Security braces for inaugural throngs

ByABC News
January 15, 2009, 3:18 AM

WASHINGTON -- Record crowds expected for President-elect Barack Obama's inauguration are prompting unique law enforcement strategies, including an unprecedented deployment of technology and a small army of officers and military personnel, senior security officials say.

"Every element of the plan had to be tweaked to consider crowd control," Washington Police Chief Cathy Lanier says.

The FBI worried that crowds will slow responses to potential emergencies for the first time is outfitting at least 100 teams of specialists in hazardous materials, weapons of mass destruction and hostage rescue with global positioning devices, said Christopher Combs, an FBI supervisory agent involved in the inaugural security operation.

Supervisors at a local command center will track the teams on large screens so they can be quickly dispatched to possible crises.

A separate cellular telephone network is being tested for use by emergency officials in case existing systems are overloaded, as occurred in the hours after the Sept. 11, 2001, terror attacks.

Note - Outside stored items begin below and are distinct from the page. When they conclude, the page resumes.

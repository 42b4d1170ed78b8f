import { describe, expect, it } from 'vitest'
import {
  aidSeries, buoyancyFactor, DEFAULT_BUOYANCY_DENSITIES, mineralMatterFreeValue, mineralMatterPct, pooledStandardDeviation,
  standardDeviationFromLimit, valuePerMassWeighedInAir,
} from '../../../shared/domain/results'
import { formatSpecificEnergy, fromJPerG, toJPerG } from '../../../shared/domain/specific-energy'
import { convertSpecificEnergy } from '../../../shared/domain/units'

describe('thermochemical calorie beside the international-table calorie', () => {
  it('1 cal_th = 4.184 J and 1 cal_IT = 4.1868 J (NIST SP 811, Appendix B)', () => {
    expect(fromJPerG(4184, 'cal_th/g')).toBeCloseTo(1000, 10)
    expect(toJPerG(1000, 'cal/g')).toBeCloseTo(4186.8, 10)
    expect(convertSpecificEnergy(1, 'cal_th/g', 'cal_IT/g')).toBeCloseTo(4.184 / 4.1868, 12)
    expect(convertSpecificEnergy(26_434, 'J/g', 'cal_th/g')).toBeCloseTo(fromJPerG(26_434, 'cal_th/g'), 9)
    expect(formatSpecificEnergy(26_434, 'cal_th/g')).toBe('6,317.9 cal_th/g')
  })
})

describe('mineral-matter-free basis (ASTM D388, from memory)', () => {
  it('MM = 1.08·A + 0.55·S', () => {
    expect(mineralMatterPct(10, 2)).toBeCloseTo(11.9, 12)
  })

  it('agrees with the formula in Btu/lb: (12 000 − 50·2)/(100 − 11.9)·100 = 13 507.4 Btu/lb', () => {
    // The ASTM D388 formula is written in Btu/lb with 50 Btu/lb per % S; in J/g the same value (1 Btu/lb = 2.326 J/g, NIST SP 811).
    const btu = ((12_000 - 50 * 2) / (100 - 11.9)) * 100
    expect(btu).toBeCloseTo(13_507.38, 2)
    expect(mineralMatterFreeValue(12_000 * 2.326, 10, 2)).toBeCloseTo(btu * 2.326, 6)
  })

  it('refuses impossible figures', () => {
    expect(() => mineralMatterPct(-1, 0)).toThrow(RangeError)
    expect(() => mineralMatterFreeValue(20_000, 95, 0)).toThrow(RangeError)
  })
})

describe('air buoyancy', () => {
  it('factor (1 − 0.0012/8.0)/(1 − 0.0012/1.32) = 1.000760 with the OIML R 111 air and weight densities (from memory)', () => {
    expect(buoyancyFactor(DEFAULT_BUOYANCY_DENSITIES)).toBeCloseTo((1 - 0.0012 / 8) / (1 - 0.0012 / 1.32), 15)
    expect(buoyancyFactor(DEFAULT_BUOYANCY_DENSITIES)).toBeCloseTo(1.00076, 5)
    // NIST SRM 39j: 26 434 J/g in vacuum ↔ 26 454 J/g weighed in air (certificates state both).
    expect(valuePerMassWeighedInAir(26_434, DEFAULT_BUOYANCY_DENSITIES)).toBeCloseTo(26_454, 0)
    expect(() => buoyancyFactor({ airGPerMl: 2, substanceGPerMl: 1.32, weightsGPerMl: 8 })).toThrow(RangeError)
  })
})

describe('repeatability and the lab\'s own series', () => {
  it('s_r = r/2.8 (ISO 5725-6): r = 120 J/g → 42.86 J/g; R = 300 J/g → s_R = 107.1 J/g (ISO 1928)', () => {
    expect(standardDeviationFromLimit(120)).toBeCloseTo(42.857, 3)
    expect(standardDeviationFromLimit(300)).toBeCloseTo(107.14, 2)
  })

  it('pools duplicates: pairs differing by d give s² = Σd²/(2k) (ISO 5725-2)', () => {
    const pairs = [[27_000, 27_060], [25_100, 25_040], [30_000, 30_030]]
    const p = pooledStandardDeviation(pairs)!
    expect(p.degreesOfFreedom).toBe(3)
    expect(p.standardDeviation).toBeCloseTo(Math.sqrt((60 ** 2 + 60 ** 2 + 30 ** 2) / 6), 9)
    expect(pooledStandardDeviation([[1]])).toBeNull()
  })

  it('an aid series gives mean, s and u = s/√n (JCGM 100:2008 §4.2.3), accepted from three runs within 1 %', () => {
    const s = aidSeries([18_010, 18_060, 18_035, 18_055])
    expect(s.meanJPerG).toBeCloseTo(18_040, 9)
    const sd = Math.sqrt(((-30) ** 2 + 20 ** 2 + (-5) ** 2 + 15 ** 2) / 3)
    expect(s.standardDeviationJPerG).toBeCloseTo(sd, 9)
    expect(s.standardUncertaintyJPerG).toBeCloseTo(sd / 2, 9)
    expect(s.accepted).toBe(true)
    expect(aidSeries([18_000, 18_050]).accepted).toBe(false)
    expect(aidSeries([18_000, 19_000, 17_000]).reason).toMatch(/relative standard deviation/)
  })
})
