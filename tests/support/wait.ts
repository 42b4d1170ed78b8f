import { vi } from 'vitest'

/**
 * Polls `probe` (every 250 ms, through vi.waitFor) until it gives a value, and returns it; fails naming `what` after
 * `timeoutMs`. For things a worker does in its own time (the mail worker, reminders, a server coming back).
 */
export function waitUntil<T>(what: string, probe: () => Promise<T | null | undefined | false>, timeoutMs = 20_000): Promise<T> {
  return vi.waitFor(async () => {
    const value = await probe()
    if (!value) throw new Error(`timed out waiting for ${what}`)
    return value
  }, { timeout: timeoutMs, interval: 250 })
}
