// A library material as a charge component: the material's identity travels unchanged; a run may only add to it.
import type { ChargeComponentInput, ComponentRole, LibraryIdentity } from './domain/assessment'
import type { Composition } from './domain/composition'
import { type DeclaredHazard, stricterHazard } from './domain/screening'

export interface MaterialLike {
  id?: string
  name: string
  category?: string | null
  heatingValueJPerG: number | null
  composition: unknown
  compositionBasis: string | null
  formula: string | null
  smiles: string | null
  declaredHazard: string
  decompositionEnergyJPerG: number | null
  reference?: boolean | null
  identityRecordedBy?: string | null
  decompositionOnsetC?: number | null
  decompositionMethod?: string | null
  decompositionEvidence?: string | null
  decompositionRecordedBy?: string | null
  boilingPointC?: number | null
  vapourPressureKPa?: number | null
  chlorinePct?: number | null
}

/** The library's own word on the material: its classification (recorded or shipped) and decomposition evidence. */
export function libraryIdentity(m: MaterialLike): LibraryIdentity {
  const out: LibraryIdentity = { name: m.name }
  if (m.id) out.materialId = m.id
  if (m.declaredHazard && m.declaredHazard !== 'none') out.declaredHazard = m.declaredHazard as DeclaredHazard
  if (m.identityRecordedBy || m.reference) out.classification = `${m.category ?? 'material'}${m.reference ? ', shipped reference material' : ', recorded by a supervisor'}`
  if (m.decompositionEnergyJPerG !== null && m.decompositionRecordedBy) {
    out.decomposition = {
      energyJPerG: m.decompositionEnergyJPerG,
      onsetC: m.decompositionOnsetC ?? undefined,
      method: m.decompositionMethod ?? undefined,
      evidence: m.decompositionEvidence ?? undefined,
      recordedBy: m.decompositionRecordedBy,
    }
  }
  return out
}

const CONTAINMENT = /capsule/i
// Fields only the materials library speaks for: a run's values for them are dropped.
const LIBRARY_OWNED: ReadonlySet<string> = new Set(['library', 'heatingValueFrom', 'formula', 'smiles', 'composition', 'category', 'decompositionEnergyJPerG'])

/**
 * The material's identity (formula, structure, composition, category, declared hazard, decomposition energy)
 * travels into the run as the library holds it: the run's own values for these are dropped, except a stricter
 * declared hazard. What the library leaves empty stays empty: a supervisor records it there, not a planner on a
 * run. Volatility and chlorine share take the more cautious of the two; a run's heating value counts only when it
 * is not below the material's (the larger heat release is the safe side); mass, fuse and the like come from the run.
 */
export function componentFromMaterial(m: MaterialLike, over: Partial<ChargeComponentInput>, role: ComponentRole = 'sample'): ChargeComponentInput {
  const run = Object.fromEntries(Object.entries(over).filter(([k, v]) => v !== undefined && !LIBRARY_OWNED.has(k))) as Partial<ChargeComponentInput>
  const c: ChargeComponentInput = { ...run, role, name: run.name ?? m.name }
  const hazard = stricterHazard(m.declaredHazard as DeclaredHazard, over.declaredHazard)
  if (hazard) c.declaredHazard = hazard
  if (m.formula) c.formula = m.formula
  if (m.smiles) c.smiles = m.smiles
  if (m.composition) c.composition = { ...(m.composition as Composition), basis: (m.compositionBasis ?? 'dry') as Composition['basis'] }
  if (m.category) c.category = m.category
  if (m.decompositionEnergyJPerG !== null) c.decompositionEnergyJPerG = m.decompositionEnergyJPerG
  if (m.boilingPointC != null) c.boilingPointC = run.boilingPointC !== undefined ? Math.min(run.boilingPointC, m.boilingPointC) : m.boilingPointC
  if (m.vapourPressureKPa != null) c.vapourPressureKPa = Math.max(run.vapourPressureKPa ?? 0, m.vapourPressureKPa)
  if (m.chlorinePct != null) c.chlorinePct = Math.max(run.chlorinePct ?? 0, m.chlorinePct)
  if (m.heatingValueJPerG !== null) {
    if (run.heatingValueJPerG !== undefined && run.heatingValueJPerG > m.heatingValueJPerG) c.heatingValueFrom = 'declared'
    else {
      c.heatingValueJPerG = m.heatingValueJPerG
      c.heatingValueFrom = 'material'
    }
  }
  if (role === 'aid' && c.containment === undefined) {
    if (CONTAINMENT.test(m.name)) c.containment = 'capsule'
    else if (/tape/i.test(m.name)) c.containment = 'tape'
  }
  c.library = libraryIdentity(m)
  return c
}
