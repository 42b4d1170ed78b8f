// The fixed values of stored status and kind columns that have no home in a domain file. The database refuses any
// other value (CHECK constraints in server/database/schema.ts are built from these same arrays).

/** What a row of `signatures` is on. */
export const SIGNATURE_ENTITIES = ['run', 'result', 'energy-equivalent', 'aid-value', 'vessel'] as const
export type SignatureEntity = typeof SIGNATURE_ENTITIES[number]

/** What a signature means, in the words the signer agreed to. */
export const SIGNATURE_MEANINGS = {
  approve: 'approved as an exception',
  reject: 'rejected',
  resultSignOff: 'result signed off',
  standardisation: 'standardisation series accepted',
  aidValue: 'aid value series accepted',
} as const
export type SignatureMeaning = typeof SIGNATURE_MEANINGS[keyof typeof SIGNATURE_MEANINGS]

/** A result revision is signed off or not. */
export const RESULT_STATUSES = ['unsigned', 'signed'] as const
export type ResultStatus = typeof RESULT_STATUSES[number]

/** An outbox message: waiting (or retrying), sent, or given up. */
export const MAIL_STATUSES = ['pending', 'sent', 'failed'] as const
export type MailStatus = typeof MAIL_STATUSES[number]

/** Why a password was checked (both count towards the same throttle). */
export const PASSWORD_CHECK_PURPOSES = ['sign-in', 'signature'] as const
export type PasswordCheckPurpose = typeof PASSWORD_CHECK_PURPOSES[number]

/** Why a server-side session ended. */
export const SESSION_END_REASONS = ['sign-out', 'expired', 'password-change', 'password-reset', 'role-change', 'disabled', 'ended-by-user', 'ended-by-admin'] as const
export type SessionEndReason = typeof SESSION_END_REASONS[number]
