// CSV (or pasted spreadsheet) rows of a batch → run inputs, with row-level errors that say what to fix.
import Papa from 'papaparse'
import type { RunComponent, RunInput } from './schemas/plans'
import { compositionProblems } from './domain/composition'
import { chemicalTextProblem, normaliseChemicalText } from './domain/hygiene'
import { MATERIAL_CATEGORIES } from './schemas/materials'
import { parseColumnCell } from './domain/quantity'

export const IMPORT_COLUMNS = [
  'sample_code', 'kind', 'material', 'mass_g', 'heating_value_j_per_g', 'formula', 'smiles', 'category', 'boiling_point_c', 'C', 'H', 'N', 'S', 'O', 'Cl', 'ash', 'moisture',
  'declared_hazard', 'aid_material', 'aid_mass_g', 'fuse_wire', 'fuse_length_cm', 'vessel', 'fill_pressure_mpa', 'note',
] as const

export const IMPORT_TEMPLATE = `${IMPORT_COLUMNS.join(',')}
KRC-2611-A,sample,Client coal KRC-2611 (bituminous blend),0.95,,,,,,,,,,,,,,,,,nichrome,10,,,first of a duplicate
PP44-01,sample,,1.00,,,,biomass,,50.2,6.1,0.2,,43.1,,0.4,7.5,none,,,nichrome,10,,,composition entered inline (mass-%)
OAT-7,sample,Rolled oat flakes,0.80,,,,,,,,,,,,,,,Benzoic acid pellet (combustion aid),0.30,cotton,,,,weak sample: aid added
,,,`

export interface ImportRow {
  line: number
  sampleCode: string
  input: (Omit<RunInput, 'vesselId'> & { vesselName?: string }) | null
  errors: string[]
}

export interface MaterialRef { id: string, name: string }
export interface VesselRef { id: string, name: string }

const WIRES = ['nichrome', 'iron', 'platinum', 'cotton']
const HAZARDS = ['none', 'energetic', 'oxidiser']

function num(raw: string | undefined, field: string, errors: string[], opts: { min?: number, max?: number } = {}): number | undefined {
  const text = (raw ?? '').trim().replace(',', '.')
  if (!text) return undefined
  const value = parseColumnCell(raw ?? '', field)
  if (value instanceof Error) { errors.push(`${field} ${value.message}`); return undefined }
  if (opts.min !== undefined && value < opts.min) { errors.push(`${field} must be at least ${opts.min}`); return undefined }
  if (opts.max !== undefined && value > opts.max) { errors.push(`${field} must be at most ${opts.max}`); return undefined }
  return value
}

/** Parses the file; every problem is reported against its line, and nothing is partly accepted. */
export function parsePlanImport(text: string, materials: MaterialRef[], vessels: VesselRef[]): { rows: ImportRow[], fileErrors: string[] } {
  const parsed = Papa.parse<Record<string, string>>(text.trim(), { header: true, skipEmptyLines: 'greedy', transformHeader: h => h.trim() })
  const fileErrors: string[] = []
  const headers = parsed.meta.fields ?? []
  if (!headers.includes('sample_code')) fileErrors.push('The first line must be the header row and include sample_code (download the template).')
  const unknown = headers.filter(h => !(IMPORT_COLUMNS as readonly string[]).includes(h))
  if (unknown.length) fileErrors.push(`Unknown column${unknown.length > 1 ? 's' : ''}: ${unknown.join(', ')}. Use the template's column names.`)
  if (parsed.data.length > 500) fileErrors.push('At most 500 rows per import.')
  if (parsed.data.length === 0) fileErrors.push('The file has no rows below the header.')
  const byName = new Map(materials.map(m => [m.name.toLowerCase(), m]))
  const byId = new Map(materials.map(m => [m.id, m]))
  const vesselByName = new Map(vessels.map(v => [v.name.toLowerCase(), v]))
  const findMaterial = (ref: string) => byId.get(ref.trim()) ?? byName.get(ref.trim().toLowerCase())

  const rows = fileErrors.length ? [] : parsed.data.map((r, i): ImportRow => {
    const errors: string[] = []
    const line = i + 2
    const sampleCode = (r.sample_code ?? '').trim()
    if (!sampleCode) errors.push('sample_code is empty')
    const kind = (r.kind ?? '').trim() || 'sample'
    if (!['sample', 'standardisation', 'check'].includes(kind)) errors.push(`kind "${kind}" must be sample, standardisation or check`)
    const sample: RunComponent = { role: 'sample' }
    const materialName = (r.material ?? '').trim()
    if (materialName) {
      const m = findMaterial(materialName)
      if (m) sample.materialId = m.id
      else errors.push(`material "${materialName}" is not in the materials library (check the spelling or add it first)`)
    }
    const mass = num(r.mass_g, 'mass_g', errors, { min: 0.001, max: 100 })
    if (mass === undefined && !errors.some(e => e.startsWith('mass_g'))) errors.push('mass_g is empty: give the planned sample mass in g')
    if (mass !== undefined) sample.massG = mass
    const hv = num(r.heating_value_j_per_g, 'heating_value_j_per_g', errors, { min: 1, max: 200_000 })
    if (hv !== undefined) sample.heatingValueJPerG = hv
    for (const [column, field, what] of [['formula', 'formula', 'formula'], ['smiles', 'smiles', 'structure']] as const) {
      const text = (r[column] ?? '').trim()
      if (!text) continue
      const problem = chemicalTextProblem(text, what)
      if (problem) errors.push(`${column}: ${problem.message}`)
      else sample[field] = normaliseChemicalText(text).trim()
    }
    const category = (r.category ?? '').trim()
    if (category) {
      if ((MATERIAL_CATEGORIES as readonly string[]).includes(category)) sample.category = category
      else errors.push(`category "${category}" must be one of: ${MATERIAL_CATEGORIES.join(', ')}`)
    }
    const boiling = num(r.boiling_point_c, 'boiling_point_c', errors, { min: -273, max: 2000 })
    if (boiling !== undefined) sample.boilingPointC = boiling
    const composition: Record<string, number> = {}
    for (const k of ['C', 'H', 'N', 'S', 'O', 'Cl', 'ash', 'moisture'] as const) {
      const v = num(r[k], k, errors, { min: 0, max: 100 })
      if (v !== undefined) composition[k] = v
    }
    if (Object.keys(composition).length) {
      sample.composition = { ...composition, basis: 'dry' }
      errors.push(...compositionProblems(sample.composition).map(p => `composition: ${p}`))
    }
    const hazard = (r.declared_hazard ?? '').trim()
    if (hazard) {
      if (HAZARDS.includes(hazard)) sample.declaredHazard = hazard as RunComponent['declaredHazard']
      else errors.push(`declared_hazard "${hazard}" must be none, energetic or oxidiser`)
    }
    if (!materialName && hv === undefined && !sample.formula && !sample.smiles && !sample.composition) {
      errors.push('say what the sample is: a material, a structure (SMILES), a formula or a composition with its category')
    }
    const components: RunComponent[] = [sample]
    const aidName = (r.aid_material ?? '').trim()
    const aidMass = num(r.aid_mass_g, 'aid_mass_g', errors, { min: 0.001, max: 100 })
    if (aidName || aidMass !== undefined) {
      const aid = aidName ? findMaterial(aidName) : undefined
      if (aidName && !aid) errors.push(`aid_material "${aidName}" is not in the materials library`)
      if (!aidName) errors.push('aid_mass_g is given without aid_material')
      if (aidMass === undefined) errors.push('aid_material is given without aid_mass_g')
      if (aid && aidMass !== undefined) components.push({ role: 'aid', materialId: aid.id, massG: aidMass })
    }
    const wire = (r.fuse_wire ?? '').trim()
    if (wire) {
      if (!WIRES.includes(wire)) errors.push(`fuse_wire "${wire}" must be nichrome, iron, platinum or cotton`)
      else if (wire === 'cotton') components.push({ role: 'fuse', wire: 'cotton', massG: 0.003 })
      else {
        const length = num(r.fuse_length_cm, 'fuse_length_cm', errors, { min: 0.1, max: 100 })
        if (length === undefined && !errors.some(e => e.startsWith('fuse_length_cm'))) errors.push('fuse_length_cm is empty for a wire fuse')
        if (length !== undefined) components.push({ role: 'fuse', wire: wire as RunComponent['wire'], lengthCm: length })
      }
    }
    const vesselName = (r.vessel ?? '').trim()
    if (vesselName && !vesselByName.has(vesselName.toLowerCase())) errors.push(`vessel "${vesselName}" is not registered`)
    const fill = num(r.fill_pressure_mpa, 'fill_pressure_mpa', errors, { min: 0.1, max: 20 })
    return {
      line,
      sampleCode,
      errors,
      input: errors.length
        ? null
        : {
            sampleCode,
            kind: kind as RunInput['kind'],
            components,
            note: (r.note ?? '').trim(),
            ...(fill !== undefined ? { fillPressureMPa: fill } : {}),
            ...(vesselName ? { vesselName: vesselByName.get(vesselName.toLowerCase())!.name } : {}),
          },
    }
  })
  return { rows, fileErrors }
}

"One of the reasons the assets required (for this inauguration) have doubled, even tripled is not because of the (terror) threat, but because of the number of people coming," Combs said. "A problem can be magnified 10 times because of the size of the crowd."

John Perren, counterterrorism chief at the FBI's Washington field office, said there are no credible threats against inaugural activities. Yet because of the "anticipated crowd size," he said, it is important for "all of us to be looking at the same sheet of music." District of Columbia Mayor Adrian Fenty and other officials predict crowds will top the record 1.2 million at Lyndon Johnson's inauguration.

Northwestern University professor Hani Mahmassani said he has been advising the district's Metropolitan Police and officials about crowd control strategies. Mahmassani, a civil and environmental engineering professor, has studied crowd behavior and the deadly stampedes that have marred annual Muslim pilgrimages to Mecca.